THE TASK:
Scan the data that follows and count the lines with the string "second"; answer with the count alone.

<<<<

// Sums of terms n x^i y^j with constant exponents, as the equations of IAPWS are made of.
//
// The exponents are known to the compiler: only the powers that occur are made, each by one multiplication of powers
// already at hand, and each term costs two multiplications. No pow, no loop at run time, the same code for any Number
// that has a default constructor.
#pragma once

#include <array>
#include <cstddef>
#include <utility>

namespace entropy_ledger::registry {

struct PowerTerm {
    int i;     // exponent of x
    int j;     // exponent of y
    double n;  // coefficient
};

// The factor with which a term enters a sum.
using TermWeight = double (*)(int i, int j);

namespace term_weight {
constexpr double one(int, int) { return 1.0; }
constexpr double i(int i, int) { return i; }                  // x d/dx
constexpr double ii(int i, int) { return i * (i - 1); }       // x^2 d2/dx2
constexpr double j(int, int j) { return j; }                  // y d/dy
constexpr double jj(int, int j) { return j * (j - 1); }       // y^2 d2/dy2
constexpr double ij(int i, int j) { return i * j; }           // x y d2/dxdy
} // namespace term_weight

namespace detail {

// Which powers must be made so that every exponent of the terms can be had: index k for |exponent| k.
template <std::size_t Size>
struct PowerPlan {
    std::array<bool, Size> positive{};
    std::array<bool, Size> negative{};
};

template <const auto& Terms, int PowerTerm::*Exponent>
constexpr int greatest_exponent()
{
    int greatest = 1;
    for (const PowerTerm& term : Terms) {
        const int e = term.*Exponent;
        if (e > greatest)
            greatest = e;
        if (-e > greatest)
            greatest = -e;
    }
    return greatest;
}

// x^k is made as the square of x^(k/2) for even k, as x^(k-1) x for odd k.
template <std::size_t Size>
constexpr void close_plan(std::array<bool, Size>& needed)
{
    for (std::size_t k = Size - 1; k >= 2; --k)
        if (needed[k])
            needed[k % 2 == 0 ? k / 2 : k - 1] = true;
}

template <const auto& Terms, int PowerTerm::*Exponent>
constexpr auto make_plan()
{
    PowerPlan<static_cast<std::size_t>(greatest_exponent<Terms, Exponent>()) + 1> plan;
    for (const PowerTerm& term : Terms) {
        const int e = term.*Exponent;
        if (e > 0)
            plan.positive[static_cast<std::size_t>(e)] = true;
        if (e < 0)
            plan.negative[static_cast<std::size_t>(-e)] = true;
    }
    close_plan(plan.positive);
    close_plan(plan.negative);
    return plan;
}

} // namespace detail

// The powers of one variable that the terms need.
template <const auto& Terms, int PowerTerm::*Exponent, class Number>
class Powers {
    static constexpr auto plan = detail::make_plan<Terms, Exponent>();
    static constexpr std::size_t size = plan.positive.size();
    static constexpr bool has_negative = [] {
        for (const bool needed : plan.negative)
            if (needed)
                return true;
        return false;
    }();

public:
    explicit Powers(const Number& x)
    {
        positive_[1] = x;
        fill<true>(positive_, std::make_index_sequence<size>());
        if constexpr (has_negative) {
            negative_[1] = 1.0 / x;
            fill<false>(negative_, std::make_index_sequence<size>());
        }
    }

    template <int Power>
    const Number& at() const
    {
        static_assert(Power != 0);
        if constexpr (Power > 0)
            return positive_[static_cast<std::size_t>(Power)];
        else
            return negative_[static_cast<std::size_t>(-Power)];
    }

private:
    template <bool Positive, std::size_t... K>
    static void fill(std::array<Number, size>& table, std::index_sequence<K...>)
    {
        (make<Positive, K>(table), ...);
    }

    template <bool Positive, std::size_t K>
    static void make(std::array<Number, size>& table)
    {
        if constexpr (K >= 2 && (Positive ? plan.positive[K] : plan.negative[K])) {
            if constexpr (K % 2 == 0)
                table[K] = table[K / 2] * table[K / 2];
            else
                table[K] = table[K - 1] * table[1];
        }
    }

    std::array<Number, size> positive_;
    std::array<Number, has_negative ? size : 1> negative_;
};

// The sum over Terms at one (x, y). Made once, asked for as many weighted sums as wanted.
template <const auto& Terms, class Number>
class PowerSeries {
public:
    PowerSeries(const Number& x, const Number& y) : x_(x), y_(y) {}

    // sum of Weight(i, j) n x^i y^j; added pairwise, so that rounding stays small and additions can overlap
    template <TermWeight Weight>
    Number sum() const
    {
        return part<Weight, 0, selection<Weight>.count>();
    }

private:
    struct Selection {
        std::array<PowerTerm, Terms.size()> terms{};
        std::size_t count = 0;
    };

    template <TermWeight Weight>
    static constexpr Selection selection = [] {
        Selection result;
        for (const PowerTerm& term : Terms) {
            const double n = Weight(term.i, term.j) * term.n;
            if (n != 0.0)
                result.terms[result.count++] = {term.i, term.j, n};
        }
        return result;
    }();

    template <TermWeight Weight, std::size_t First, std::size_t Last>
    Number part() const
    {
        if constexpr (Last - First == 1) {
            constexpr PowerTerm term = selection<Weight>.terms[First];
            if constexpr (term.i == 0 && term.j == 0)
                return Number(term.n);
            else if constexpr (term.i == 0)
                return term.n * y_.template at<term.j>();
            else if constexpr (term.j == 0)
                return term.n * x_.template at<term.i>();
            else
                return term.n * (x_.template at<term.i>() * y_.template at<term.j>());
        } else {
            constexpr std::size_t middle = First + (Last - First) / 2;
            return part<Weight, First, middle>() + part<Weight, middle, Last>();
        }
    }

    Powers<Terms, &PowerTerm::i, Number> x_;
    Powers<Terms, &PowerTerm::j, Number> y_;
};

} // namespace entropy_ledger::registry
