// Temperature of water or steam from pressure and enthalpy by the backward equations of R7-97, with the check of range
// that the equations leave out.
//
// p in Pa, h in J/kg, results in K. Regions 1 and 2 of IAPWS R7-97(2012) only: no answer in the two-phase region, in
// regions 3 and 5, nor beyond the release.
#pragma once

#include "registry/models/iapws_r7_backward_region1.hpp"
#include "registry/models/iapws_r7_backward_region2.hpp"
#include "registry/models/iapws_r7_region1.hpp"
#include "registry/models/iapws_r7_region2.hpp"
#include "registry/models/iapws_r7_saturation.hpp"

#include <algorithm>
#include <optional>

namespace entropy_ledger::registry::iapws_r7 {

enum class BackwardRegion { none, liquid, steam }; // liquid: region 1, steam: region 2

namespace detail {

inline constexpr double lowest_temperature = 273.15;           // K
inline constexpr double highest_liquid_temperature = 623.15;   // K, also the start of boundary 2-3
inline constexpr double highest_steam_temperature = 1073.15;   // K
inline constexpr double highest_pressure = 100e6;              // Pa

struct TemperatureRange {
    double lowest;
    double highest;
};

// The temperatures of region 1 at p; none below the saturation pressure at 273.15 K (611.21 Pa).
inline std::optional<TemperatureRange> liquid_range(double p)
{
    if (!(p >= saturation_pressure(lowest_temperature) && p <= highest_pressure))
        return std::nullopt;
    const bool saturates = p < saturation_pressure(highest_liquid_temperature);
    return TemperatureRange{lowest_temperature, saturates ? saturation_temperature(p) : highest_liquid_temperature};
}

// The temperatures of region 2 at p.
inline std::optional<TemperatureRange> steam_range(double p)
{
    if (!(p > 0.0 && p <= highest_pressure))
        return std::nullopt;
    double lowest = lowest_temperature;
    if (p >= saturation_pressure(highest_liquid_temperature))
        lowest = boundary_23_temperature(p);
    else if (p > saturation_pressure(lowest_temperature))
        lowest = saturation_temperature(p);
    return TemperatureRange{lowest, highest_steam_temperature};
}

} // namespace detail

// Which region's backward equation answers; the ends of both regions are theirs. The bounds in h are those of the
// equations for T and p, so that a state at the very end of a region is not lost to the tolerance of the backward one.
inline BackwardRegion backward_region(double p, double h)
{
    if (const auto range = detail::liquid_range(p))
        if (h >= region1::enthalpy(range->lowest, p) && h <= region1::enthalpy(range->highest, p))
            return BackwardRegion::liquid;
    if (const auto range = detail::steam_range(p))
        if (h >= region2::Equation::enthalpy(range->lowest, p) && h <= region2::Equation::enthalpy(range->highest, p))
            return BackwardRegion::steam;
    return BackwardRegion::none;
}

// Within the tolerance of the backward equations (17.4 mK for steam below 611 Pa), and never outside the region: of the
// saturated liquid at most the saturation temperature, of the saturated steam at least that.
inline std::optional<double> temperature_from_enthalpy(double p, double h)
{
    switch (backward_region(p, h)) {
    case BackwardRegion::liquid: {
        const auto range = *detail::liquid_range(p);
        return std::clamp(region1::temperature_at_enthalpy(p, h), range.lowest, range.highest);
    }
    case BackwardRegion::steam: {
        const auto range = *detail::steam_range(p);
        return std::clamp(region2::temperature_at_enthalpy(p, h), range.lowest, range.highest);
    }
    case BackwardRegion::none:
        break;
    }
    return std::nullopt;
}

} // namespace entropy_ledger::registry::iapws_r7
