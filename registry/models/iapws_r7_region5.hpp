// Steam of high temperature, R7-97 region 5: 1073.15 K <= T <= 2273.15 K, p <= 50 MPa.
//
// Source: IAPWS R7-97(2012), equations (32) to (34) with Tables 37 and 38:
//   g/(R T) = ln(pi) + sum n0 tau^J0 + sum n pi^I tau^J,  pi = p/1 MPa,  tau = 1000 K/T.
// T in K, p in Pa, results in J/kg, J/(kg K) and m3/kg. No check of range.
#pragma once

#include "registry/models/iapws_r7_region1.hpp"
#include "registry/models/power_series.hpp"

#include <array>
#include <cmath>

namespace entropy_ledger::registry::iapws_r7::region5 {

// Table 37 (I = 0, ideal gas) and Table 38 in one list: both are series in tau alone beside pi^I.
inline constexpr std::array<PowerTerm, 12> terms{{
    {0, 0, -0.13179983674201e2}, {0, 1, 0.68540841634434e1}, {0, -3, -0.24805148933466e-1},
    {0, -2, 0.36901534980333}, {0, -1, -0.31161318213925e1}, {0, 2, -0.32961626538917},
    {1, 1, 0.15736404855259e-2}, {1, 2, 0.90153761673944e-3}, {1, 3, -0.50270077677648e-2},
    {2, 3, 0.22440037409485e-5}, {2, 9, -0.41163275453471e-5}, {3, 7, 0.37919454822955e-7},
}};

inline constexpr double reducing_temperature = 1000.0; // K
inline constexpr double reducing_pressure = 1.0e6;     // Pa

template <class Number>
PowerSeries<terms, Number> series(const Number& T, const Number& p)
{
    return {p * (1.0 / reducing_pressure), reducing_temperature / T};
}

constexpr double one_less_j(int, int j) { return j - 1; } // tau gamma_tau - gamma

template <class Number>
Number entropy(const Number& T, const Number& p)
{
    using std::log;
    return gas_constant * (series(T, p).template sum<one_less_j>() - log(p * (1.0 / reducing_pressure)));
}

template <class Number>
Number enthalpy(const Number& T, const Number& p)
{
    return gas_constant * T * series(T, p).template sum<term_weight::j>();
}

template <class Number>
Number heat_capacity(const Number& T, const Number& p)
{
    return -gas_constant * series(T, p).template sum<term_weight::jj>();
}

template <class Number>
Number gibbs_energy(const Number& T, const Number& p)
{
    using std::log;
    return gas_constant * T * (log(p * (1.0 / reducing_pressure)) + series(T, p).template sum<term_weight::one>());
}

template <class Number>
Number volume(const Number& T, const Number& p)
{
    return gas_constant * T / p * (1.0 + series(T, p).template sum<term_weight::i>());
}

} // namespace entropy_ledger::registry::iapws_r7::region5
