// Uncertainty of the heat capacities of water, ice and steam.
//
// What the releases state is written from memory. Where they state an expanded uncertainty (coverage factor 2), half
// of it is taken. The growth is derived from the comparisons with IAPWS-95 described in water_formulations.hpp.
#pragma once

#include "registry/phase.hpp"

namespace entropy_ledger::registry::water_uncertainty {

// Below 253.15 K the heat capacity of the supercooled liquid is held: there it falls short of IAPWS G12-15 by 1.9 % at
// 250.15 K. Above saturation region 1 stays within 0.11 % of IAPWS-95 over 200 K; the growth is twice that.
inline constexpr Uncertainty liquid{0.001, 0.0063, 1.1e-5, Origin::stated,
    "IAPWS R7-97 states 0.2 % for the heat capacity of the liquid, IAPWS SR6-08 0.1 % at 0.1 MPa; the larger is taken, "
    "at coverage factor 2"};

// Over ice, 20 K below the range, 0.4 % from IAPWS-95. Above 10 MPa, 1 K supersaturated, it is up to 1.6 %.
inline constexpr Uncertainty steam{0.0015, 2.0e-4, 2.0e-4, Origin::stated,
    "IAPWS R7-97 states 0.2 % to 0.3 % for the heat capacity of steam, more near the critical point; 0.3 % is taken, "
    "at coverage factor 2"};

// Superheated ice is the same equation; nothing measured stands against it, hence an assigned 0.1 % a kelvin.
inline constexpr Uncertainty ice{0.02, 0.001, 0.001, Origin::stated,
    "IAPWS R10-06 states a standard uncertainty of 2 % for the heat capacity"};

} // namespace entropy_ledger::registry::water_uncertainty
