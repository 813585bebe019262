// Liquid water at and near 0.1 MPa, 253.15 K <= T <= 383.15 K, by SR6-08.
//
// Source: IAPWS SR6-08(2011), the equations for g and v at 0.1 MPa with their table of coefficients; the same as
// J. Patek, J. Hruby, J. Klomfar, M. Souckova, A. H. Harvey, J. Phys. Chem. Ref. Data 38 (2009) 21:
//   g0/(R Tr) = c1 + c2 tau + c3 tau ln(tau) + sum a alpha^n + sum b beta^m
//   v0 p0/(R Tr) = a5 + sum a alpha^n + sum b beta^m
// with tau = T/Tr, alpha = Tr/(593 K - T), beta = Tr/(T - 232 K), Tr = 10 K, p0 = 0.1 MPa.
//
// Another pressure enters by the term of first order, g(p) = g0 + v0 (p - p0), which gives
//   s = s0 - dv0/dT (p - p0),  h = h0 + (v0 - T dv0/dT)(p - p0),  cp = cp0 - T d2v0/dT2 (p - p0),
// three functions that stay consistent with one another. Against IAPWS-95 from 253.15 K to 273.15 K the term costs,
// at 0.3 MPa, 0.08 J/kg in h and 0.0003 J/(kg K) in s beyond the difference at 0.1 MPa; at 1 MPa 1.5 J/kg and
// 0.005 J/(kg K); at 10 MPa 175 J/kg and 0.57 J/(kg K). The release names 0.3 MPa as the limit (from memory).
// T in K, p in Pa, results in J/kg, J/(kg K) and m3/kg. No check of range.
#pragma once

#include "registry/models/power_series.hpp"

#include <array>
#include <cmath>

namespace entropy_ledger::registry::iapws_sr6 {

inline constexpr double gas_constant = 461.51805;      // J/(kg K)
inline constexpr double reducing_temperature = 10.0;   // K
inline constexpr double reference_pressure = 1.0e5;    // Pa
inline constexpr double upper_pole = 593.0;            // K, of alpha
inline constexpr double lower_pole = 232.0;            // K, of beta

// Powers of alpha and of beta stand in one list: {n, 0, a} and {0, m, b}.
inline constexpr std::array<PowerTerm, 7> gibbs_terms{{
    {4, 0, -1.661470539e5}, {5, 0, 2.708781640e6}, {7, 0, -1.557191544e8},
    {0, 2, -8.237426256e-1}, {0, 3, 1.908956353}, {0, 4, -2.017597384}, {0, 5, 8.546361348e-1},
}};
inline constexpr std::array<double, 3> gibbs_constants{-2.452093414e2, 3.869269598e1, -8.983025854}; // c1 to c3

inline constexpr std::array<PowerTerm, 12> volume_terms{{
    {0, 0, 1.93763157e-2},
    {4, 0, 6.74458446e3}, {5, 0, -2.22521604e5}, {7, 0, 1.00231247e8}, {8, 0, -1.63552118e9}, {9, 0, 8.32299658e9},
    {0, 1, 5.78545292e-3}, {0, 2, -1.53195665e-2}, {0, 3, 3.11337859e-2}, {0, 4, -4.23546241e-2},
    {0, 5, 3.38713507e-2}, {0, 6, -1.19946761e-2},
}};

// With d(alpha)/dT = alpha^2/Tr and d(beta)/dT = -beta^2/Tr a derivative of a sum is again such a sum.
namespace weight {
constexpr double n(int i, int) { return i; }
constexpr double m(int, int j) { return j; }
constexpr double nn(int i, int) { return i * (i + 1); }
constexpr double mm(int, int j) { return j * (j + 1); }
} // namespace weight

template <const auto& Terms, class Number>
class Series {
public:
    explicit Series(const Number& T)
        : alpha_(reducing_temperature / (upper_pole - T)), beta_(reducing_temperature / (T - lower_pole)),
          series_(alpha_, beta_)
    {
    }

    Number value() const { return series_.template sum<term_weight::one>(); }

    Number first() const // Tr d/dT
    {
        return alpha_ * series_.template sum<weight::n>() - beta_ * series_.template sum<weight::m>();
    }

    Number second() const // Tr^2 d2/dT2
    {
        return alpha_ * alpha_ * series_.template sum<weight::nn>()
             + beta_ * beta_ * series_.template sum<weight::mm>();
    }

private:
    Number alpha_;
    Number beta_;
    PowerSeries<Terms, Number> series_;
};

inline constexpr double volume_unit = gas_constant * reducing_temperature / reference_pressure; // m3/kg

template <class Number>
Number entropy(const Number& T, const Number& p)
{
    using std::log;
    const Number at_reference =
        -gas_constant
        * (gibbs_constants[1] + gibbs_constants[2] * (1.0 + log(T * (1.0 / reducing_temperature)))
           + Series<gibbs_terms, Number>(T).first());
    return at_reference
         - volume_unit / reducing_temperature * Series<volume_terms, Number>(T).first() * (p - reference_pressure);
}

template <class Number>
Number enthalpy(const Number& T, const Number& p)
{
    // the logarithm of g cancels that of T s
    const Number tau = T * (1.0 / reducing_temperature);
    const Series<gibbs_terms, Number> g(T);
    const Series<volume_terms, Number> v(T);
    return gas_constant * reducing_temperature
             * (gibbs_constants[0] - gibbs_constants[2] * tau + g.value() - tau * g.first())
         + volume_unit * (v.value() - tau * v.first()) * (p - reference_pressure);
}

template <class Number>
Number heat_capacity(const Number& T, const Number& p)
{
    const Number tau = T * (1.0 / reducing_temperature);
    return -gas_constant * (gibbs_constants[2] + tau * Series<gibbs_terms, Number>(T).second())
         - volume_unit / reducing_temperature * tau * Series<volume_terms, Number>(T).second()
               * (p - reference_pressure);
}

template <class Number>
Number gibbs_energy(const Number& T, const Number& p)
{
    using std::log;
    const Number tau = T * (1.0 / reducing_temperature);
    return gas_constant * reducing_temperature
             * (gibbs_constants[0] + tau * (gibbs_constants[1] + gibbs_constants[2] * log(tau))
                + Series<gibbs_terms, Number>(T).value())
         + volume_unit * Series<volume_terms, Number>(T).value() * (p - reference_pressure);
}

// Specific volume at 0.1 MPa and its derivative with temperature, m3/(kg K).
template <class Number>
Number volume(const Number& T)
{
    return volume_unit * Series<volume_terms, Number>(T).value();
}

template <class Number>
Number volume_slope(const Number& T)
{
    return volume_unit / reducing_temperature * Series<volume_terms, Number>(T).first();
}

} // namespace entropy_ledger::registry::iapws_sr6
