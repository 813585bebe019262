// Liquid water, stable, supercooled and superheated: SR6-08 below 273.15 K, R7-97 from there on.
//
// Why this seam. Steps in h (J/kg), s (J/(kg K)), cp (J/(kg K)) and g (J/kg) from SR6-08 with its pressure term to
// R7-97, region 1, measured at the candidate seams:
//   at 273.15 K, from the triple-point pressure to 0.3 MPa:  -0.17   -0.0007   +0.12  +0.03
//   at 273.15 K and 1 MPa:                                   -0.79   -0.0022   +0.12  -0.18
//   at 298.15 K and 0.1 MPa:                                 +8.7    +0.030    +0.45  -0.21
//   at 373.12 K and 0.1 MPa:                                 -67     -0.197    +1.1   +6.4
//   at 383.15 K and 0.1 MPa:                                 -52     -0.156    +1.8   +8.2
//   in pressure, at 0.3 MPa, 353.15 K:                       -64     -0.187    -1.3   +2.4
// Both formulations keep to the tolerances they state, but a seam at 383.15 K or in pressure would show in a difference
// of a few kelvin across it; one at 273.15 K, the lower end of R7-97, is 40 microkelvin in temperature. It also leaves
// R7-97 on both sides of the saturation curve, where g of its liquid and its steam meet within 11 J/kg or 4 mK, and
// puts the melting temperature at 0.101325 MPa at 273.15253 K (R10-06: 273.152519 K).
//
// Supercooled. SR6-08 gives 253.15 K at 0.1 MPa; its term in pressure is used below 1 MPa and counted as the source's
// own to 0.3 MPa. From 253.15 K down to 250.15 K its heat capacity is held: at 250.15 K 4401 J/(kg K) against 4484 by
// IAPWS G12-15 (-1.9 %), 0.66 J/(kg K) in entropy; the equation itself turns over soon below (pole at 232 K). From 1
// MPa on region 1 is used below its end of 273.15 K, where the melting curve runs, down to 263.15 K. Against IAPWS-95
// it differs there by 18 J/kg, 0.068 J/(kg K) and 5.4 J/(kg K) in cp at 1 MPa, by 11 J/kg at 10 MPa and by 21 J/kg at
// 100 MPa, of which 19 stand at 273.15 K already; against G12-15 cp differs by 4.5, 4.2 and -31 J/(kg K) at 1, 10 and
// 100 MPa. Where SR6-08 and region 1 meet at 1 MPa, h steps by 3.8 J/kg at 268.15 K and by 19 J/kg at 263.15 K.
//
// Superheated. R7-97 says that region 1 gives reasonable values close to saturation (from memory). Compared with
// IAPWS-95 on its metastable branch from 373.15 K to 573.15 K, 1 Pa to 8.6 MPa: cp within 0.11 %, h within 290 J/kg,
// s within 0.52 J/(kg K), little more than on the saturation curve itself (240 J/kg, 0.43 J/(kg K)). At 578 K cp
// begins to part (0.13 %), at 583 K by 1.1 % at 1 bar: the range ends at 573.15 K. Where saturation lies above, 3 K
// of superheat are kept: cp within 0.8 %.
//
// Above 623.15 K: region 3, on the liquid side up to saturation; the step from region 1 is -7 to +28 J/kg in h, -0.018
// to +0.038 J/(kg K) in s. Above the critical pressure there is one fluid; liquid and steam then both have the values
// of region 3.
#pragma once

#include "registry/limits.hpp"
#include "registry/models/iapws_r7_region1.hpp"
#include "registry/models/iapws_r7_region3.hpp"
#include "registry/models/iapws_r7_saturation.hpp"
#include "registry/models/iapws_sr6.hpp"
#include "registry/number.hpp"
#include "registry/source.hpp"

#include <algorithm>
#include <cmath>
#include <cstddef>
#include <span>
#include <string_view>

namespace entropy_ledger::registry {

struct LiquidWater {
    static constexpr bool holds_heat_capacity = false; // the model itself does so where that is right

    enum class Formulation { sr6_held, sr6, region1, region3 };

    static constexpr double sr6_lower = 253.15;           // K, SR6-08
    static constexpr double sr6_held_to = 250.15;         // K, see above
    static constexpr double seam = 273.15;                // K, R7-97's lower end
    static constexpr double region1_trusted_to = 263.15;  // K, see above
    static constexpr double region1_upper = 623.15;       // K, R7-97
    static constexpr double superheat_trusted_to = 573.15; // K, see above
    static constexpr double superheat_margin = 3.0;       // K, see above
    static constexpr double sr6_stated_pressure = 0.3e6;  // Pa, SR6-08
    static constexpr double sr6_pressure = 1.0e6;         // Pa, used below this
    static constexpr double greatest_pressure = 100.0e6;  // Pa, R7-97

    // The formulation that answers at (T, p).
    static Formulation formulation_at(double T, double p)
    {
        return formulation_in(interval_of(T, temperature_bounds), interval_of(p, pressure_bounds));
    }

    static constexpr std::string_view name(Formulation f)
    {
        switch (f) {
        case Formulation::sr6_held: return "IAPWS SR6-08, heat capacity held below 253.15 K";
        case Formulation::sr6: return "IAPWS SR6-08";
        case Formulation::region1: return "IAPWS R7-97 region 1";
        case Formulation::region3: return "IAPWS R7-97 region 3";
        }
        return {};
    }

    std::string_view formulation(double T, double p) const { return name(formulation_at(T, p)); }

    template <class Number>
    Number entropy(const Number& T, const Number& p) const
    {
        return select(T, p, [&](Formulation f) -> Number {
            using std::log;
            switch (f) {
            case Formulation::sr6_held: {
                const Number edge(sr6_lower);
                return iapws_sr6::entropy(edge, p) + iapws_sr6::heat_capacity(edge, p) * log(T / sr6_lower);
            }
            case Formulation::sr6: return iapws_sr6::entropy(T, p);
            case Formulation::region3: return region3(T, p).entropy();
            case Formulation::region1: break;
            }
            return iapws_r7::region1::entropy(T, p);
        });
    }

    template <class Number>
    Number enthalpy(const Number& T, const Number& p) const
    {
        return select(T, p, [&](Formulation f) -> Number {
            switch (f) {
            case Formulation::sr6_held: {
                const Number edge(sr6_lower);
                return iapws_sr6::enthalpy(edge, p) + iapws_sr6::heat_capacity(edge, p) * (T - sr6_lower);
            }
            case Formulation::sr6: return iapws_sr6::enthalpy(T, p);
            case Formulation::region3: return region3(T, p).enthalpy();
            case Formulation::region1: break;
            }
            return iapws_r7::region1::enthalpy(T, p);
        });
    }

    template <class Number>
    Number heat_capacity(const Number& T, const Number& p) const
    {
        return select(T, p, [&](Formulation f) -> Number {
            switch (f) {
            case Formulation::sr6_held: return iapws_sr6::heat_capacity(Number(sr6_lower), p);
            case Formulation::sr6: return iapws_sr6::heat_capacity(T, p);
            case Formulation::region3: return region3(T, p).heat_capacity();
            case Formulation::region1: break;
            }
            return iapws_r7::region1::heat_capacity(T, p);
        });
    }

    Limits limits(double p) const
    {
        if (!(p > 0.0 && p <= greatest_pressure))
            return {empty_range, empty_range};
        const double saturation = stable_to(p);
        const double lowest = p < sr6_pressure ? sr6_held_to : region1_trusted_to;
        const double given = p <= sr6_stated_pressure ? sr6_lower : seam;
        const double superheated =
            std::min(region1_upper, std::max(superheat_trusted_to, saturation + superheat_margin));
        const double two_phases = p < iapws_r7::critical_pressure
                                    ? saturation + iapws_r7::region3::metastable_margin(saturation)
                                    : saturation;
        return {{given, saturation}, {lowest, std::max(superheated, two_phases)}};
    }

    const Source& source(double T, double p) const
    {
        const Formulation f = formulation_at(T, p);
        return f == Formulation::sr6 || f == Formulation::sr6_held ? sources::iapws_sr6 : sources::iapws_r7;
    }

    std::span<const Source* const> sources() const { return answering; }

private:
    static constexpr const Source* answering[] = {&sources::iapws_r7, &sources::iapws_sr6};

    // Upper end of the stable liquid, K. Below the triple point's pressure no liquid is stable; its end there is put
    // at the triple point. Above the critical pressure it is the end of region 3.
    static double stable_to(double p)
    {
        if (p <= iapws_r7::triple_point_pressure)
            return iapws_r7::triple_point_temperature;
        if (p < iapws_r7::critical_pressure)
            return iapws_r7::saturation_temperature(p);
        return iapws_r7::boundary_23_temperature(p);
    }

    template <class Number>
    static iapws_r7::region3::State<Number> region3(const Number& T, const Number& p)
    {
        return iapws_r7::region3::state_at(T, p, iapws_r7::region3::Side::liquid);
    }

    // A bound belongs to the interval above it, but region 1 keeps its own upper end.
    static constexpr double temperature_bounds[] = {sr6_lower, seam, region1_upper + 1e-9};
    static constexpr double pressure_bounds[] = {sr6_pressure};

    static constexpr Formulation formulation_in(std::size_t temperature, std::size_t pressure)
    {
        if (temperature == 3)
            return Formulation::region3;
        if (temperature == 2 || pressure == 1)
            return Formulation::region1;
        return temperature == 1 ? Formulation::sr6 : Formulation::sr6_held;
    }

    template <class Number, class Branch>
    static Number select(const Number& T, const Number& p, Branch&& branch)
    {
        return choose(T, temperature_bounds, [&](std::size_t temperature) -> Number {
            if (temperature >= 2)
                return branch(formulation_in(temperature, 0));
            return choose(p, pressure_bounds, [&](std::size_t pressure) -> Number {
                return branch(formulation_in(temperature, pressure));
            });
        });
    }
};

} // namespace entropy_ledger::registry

>>>>

FINISHED EXERCISE:
3